You might find you really like the PRG blend and won't even need to kill it off and reseed next year!


----------



## krazzz (Sep 20, 2017)

Thank you for the suggestions. I realize that I am behind but I only started this house 3 1/2 months ago so we are racing like crazy. The weather where I live is very unique and breaks the mold for the rest of Michigan. The lake acts like a buffer and tempers the weather we get. My in-laws live 10 miles from me but the temperature can vary by 10 to 15 degrees. They also get twice the snow that we do. I think this will probably buy me a couple extra weeks of growing time. The main reason for the rush is that I don't want my yard to be a huge mud pit during the spring thaw. I wasn't excepting a perfect germination and plan on overseeding in the spring. Is my worst case scenario that the lawn just don't take and I have to reseed in the spring? Or is there some irreparable damage to the lawn that reseeding can't fix? I wish the timing was better but you have to play the cards you are dealt. If I didn't have kids I would probably wait it out until spring but I just don't want all that mud tracked into the new house.


----------



## krazzz (Sep 20, 2017)

Where do you recommend purchasing seed? Best selection, freshest stock?


----------



## Virginiagal (Apr 24, 2017)

Seed Superstore has the KBG cultivars Ken mentioned and it has 1-2 day delivery to Michigan. Its prices are higher than other suppliers. You can put in your zip code and whether sunny or shady and the website will recommend mixtures. You can also customize your own mix. Hogan Seed has good selections. No website but call and talk to them. They will recommend mixtures. I don't know how quickly they can ship. You could ask if it can be expedited.


----------



## HomerGuy (Jun 5, 2017)

I'm also in Michigan, and purchased my KBG seed from Seed Superstore.

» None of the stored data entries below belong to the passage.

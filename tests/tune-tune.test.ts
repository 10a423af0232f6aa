import { describe, expect, it } from "vitest";
import { assignFolds, mulberry32 } from "../src/tune/folds.js";
import { DEFAULT_MIN_MARGIN, DEFAULT_THRESHOLD } from "../src/decide/decide.js";
import { DEFAULT_WEIGHTS } from "../src/score/combine.js";
import { TUNE_PROCEDURES, tune } from "../src/tune/tune.js";
import { syntheticSet } from "./tune-fixtures.js";

describe("folds", () => {
  it("mulberry32 is a fixed sequence per seed", () => {
    const a = mulberry32(1);
    const b = mulberry32(1);
    const xs = [a(), a(), a()];
    expect([b(), b(), b()]).toEqual(xs);
    for (const x of xs) expect(x >= 0 && x < 1).toBe(true);
    expect(mulberry32(2)()).not.toBe(xs[0]);
  });

  it("deals balanced folds", () => {
    const folds = assignFolds(23, 5, 1);
    const sizes = [0, 1, 2, 3, 4].map((f) => folds.filter((x) => x === f).length);
    expect(sizes.sort()).toEqual([4, 4, 5, 5, 5]);
    expect(assignFolds(23, 5, 1)).toEqual(folds);
    expect(assignFolds(23, 5, 2)).not.toEqual(folds);
  });
});

describe("tune", () => {
  // The defaults reward context and exact keys that this synthetic set does not always carry,
  // so a fitted model has room to do better.
  const data = syntheticSet(150, { seed: 11, noise: 0.12, missShare: 0.05 });

  it("is deterministic for a seed", () => {
    const a = tune(data, { folds: 3, seed: 5 });
    const b = tune(data, { folds: 3, seed: 5 });
    expect(b.config).toEqual(a.config);
    expect(b.figures).toEqual(a.figures);
    expect(b.perFold.map((f) => f.config)).toEqual(a.perFold.map((f) => f.config));
  });

  it("on a separable set, held-out F1 is at least the defaults'", () => {
    const r = tune(data);
    expect(r.folds).toBe(5);
    expect(r.perFold).toHaveLength(5);
    expect(r.perFold.reduce((s, f) => s + f.size, 0)).toBe(150);
    expect(r.figures.heldOut.linkF1).toBeGreaterThanOrEqual(r.figures.defaults.linkF1);
    expect(r.figures.heldOut.linkF1).toBeGreaterThan(0.9);
    expect(r.figures.inSample.linkF1).toBeGreaterThanOrEqual(r.figures.heldOut.linkF1 - 0.05);
    expect(r.fit.converged).toBe(true);
    expect(r.curve).toHaveLength(101);
    // the final config's in-sample figures are the chosen sweep point's
    expect(r.figures.inSample.linkF1).toBeCloseTo(r.chosen.linkF1, 12);
    expect(r.config.threshold).toBe(r.chosen.threshold);
    // blocking misses show up as candidate recall below 1, whatever the weights
    expect(r.reports.heldOut.candidateRecall.atAll).toBeLessThan(1);
    expect(r.pairs).toBeGreaterThan(r.positives);
  });

  it("keeps the fitted weights where they cross-validate best, and reports every procedure", () => {
    const r = tune(data);
    expect(r.procedure).toBe("fitted");
    expect(Object.keys(r.procedures).sort()).toEqual(["default-weights", "defaults", "fitted"]);
    for (const p of TUNE_PROCEDURES)
      expect(r.procedures.fitted.linkF1).toBeGreaterThanOrEqual(r.procedures[p].linkF1);
    expect(r.figures.heldOut).toEqual(r.procedures.fitted);
    // The defaults, decided without learning anything, score the same held out as in-sample.
    expect(r.procedures.defaults).toEqual(r.figures.defaults);
  });

  it("keeps the defaults where nothing learned does better held out", () => {
    // Gold candidates spelled as the mention, distractors far off: the defaults decide every
    // mention right, and a fit can only tie them.
    const feature = (x: number, exact: number) => ({
      jaroWinkler: x,
      levenshtein: x,
      tokenSet: x,
      abbreviation: 0,
      exactKey: exact,
      context: x / 2,
      typeMatch: 1,
      prior: 0.5,
      nearSpelling: 0,
      contextConflict: 0,
      prominence: 0,
    });
    const clean = Array.from({ length: 90 }, (_, i) => {
      const gold = i % 4 === 0 ? null : `t-${i}`;
      const candidates = [{ entity: `x-${i}`, features: feature(0.3, 0) }];
      if (gold !== null) candidates.push({ entity: gold, features: feature(1, 1) });
      return { mention: { id: `m${i}`, text: "Port Ellery", type: "LOC", gold }, candidates };
    });
    const r = tune(clean, { folds: 3 });
    expect(r.procedures.defaults.linkF1).toBe(1);
    expect(r.procedure).toBe("defaults");
    expect(r.config).toEqual({
      weights: DEFAULT_WEIGHTS,
      threshold: DEFAULT_THRESHOLD,
      minMargin: DEFAULT_MIN_MARGIN,
    });
    expect(r.figures.heldOut.linkF1).toBeGreaterThanOrEqual(r.figures.defaults.linkF1);
    expect(r.notes.some((n) => n.includes("kept the defaults as they are"))).toBe(true);
    expect(r.chosen.threshold).toBeCloseTo(DEFAULT_THRESHOLD, 10);
  });

  it("supports recall at a minimum precision", () => {
    const r = tune(data, { folds: 3, objective: "recall-at-precision", minPrecision: 0.99 });
    expect(r.chosen.linkPrecision).toBeGreaterThanOrEqual(0.99);
    expect(r.minPrecision).toBe(0.99);
  });

  it("rejects bad options and data with nothing to learn", () => {
    expect(() => tune(data, { folds: 1 })).toThrow(/folds must be an integer >= 2/);
    expect(() => tune(data.slice(0, 3), { folds: 5 })).toThrow(/5 folds need at least 5 labeled mentions/);
    expect(() => tune(data, { objective: "recall-at-precision" })).toThrow(/needs minPrecision/);
    const nils = data.map((m) => ({ ...m, mention: { ...m.mention, gold: null } }));
    expect(() => tune(nils)).toThrow(/no candidate of any labeled mention is its gold entity/);
  });
});
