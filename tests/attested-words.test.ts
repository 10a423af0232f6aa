/**
 * Names led by a word the candidate's own record carries ("Yantai Laishan Airport" for the
 * airfield "Laishan" of Yantai): nameMatch's "attested" match. An invented table of the gazette's
 * ship chandlers, each of one town, the towns named in the descriptions only.
 */
import { afterAll, beforeAll, describe, expect, it } from "vitest";
import type { Linker } from "../src/link/linker.js";
import { openTableKb, type TableKb } from "./helpers/table-kb.js";

const FIRMS: Array<[string, string]> = [
  ["Pellow", "Stenmouth"],
  ["Hobbard", "Harrowmouth"],
  ["Quarrie", "Wexcombe"],
  ["Ambler", "Tolleby"],
  ["Cordray", "Nessmouth"],
  ["Fennick", "Ekerby"],
];

let table: TableKb;
let linker: Linker;

beforeAll(async () => {
  const rows = [
    "id,name,type,description",
    ...FIRMS.map(([firm, town], i) => `F${i},${firm} & Co.,firm,ship chandlers of ${town}`),
  ];
  table = await openTableKb(`${rows.join("\n")}\n`, "hawser-attested-");
  linker = table.linker;
});

afterAll(() => table.close());

describe("names led by a word of the entity's own record", () => {
  it("links a firm named with its town before its name, citing the record", () => {
    const r = linker.link({ id: "m1", text: "Stenmouth Pellow & Co.", type: "ORG" });
    expect(r.entity).toBe("F0");
    expect(r.reasons.map((x) => x.code)).toContain("name-attested");
    expect(r.candidates[0]?.features.exactKey).toBeCloseTo(0.6, 5);
  });

  it("does not set aside a town the record does not carry", () => {
    // Harrowmouth is Hobbard's town, not Pellow's.
    const r = linker.link({ id: "m2", text: "Harrowmouth Pellow & Co.", type: "ORG" });
    expect(r.reasons.map((x) => x.code)).not.toContain("name-attested");
    expect(r.entity).not.toBe("F0");
  });

  it("sets aside leading words only, and only words few records carry", () => {
    // A trailing town, and a word every record carries ("chandlers"), are not set aside.
    const trailing = linker.link({ id: "m3", text: "Pellow Stenmouth", type: "ORG" });
    expect(trailing.reasons.map((x) => x.code)).not.toContain("name-attested");
    const common = linker.link({ id: "m4", text: "Chandlers Pellow", type: "ORG" });
    expect(common.reasons.map((x) => x.code)).not.toContain("name-attested");
  });
});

They are expensive on a per pound basis when buying small quantities, but actually found them to be competitive when purchasing 25 pounds or more of a variety. Plus they had everything in stock. I'm on the east side of the state, and my 125 lb shipment was delivered the next day! I called a few other places, and they did not have the stock available in what I wanted.

I just put down my 100% KBG mix last weekend. With it being so late in the season, I'm on pins and needles waiting for it to come up and will be fretting about it all winter.


----------



## krazzz (Sep 20, 2017)

HomerGuy said:


> I'm also in Michigan, and purchased my KBG seed from Seed Superstore.


Where in MI are you located?


----------



## HomerGuy (Jun 5, 2017)

krazzz said:


> HomerGuy said:
> 
> 
> > I'm also in Michigan, and purchased my KBG seed from Seed Superstore.
> ...


I'm near Howell.


----------



## vnephologist (Aug 4, 2017)

Preffered Seed should also be a quick ship for you.


----------



## fusebox7 (Jul 27, 2017)

According to the extended forecast (take that with a grain of salt, obviously) we're looking at first frost being pushed out a month (to the first week of November). If the lucky stars align and you're able to get seed down this weekend, I'd say go for it and that you might have a high probability of a Kentucky Bluegrass lawn making it through the winter and taking off in spring. If it were me and I didn't feel like I was rushing or skipping steps, I'd go for it. If you fail (or the forecast fails), there's always next year


----------



## krazzz (Sep 20, 2017)

I am going for it! I ordered from Seed Superstore and he said I will have it by Sat. Hope to have the seed down Sun or Mon. I'll report back with my success/failure. Fingers crossed that we have a fall like last year.


----------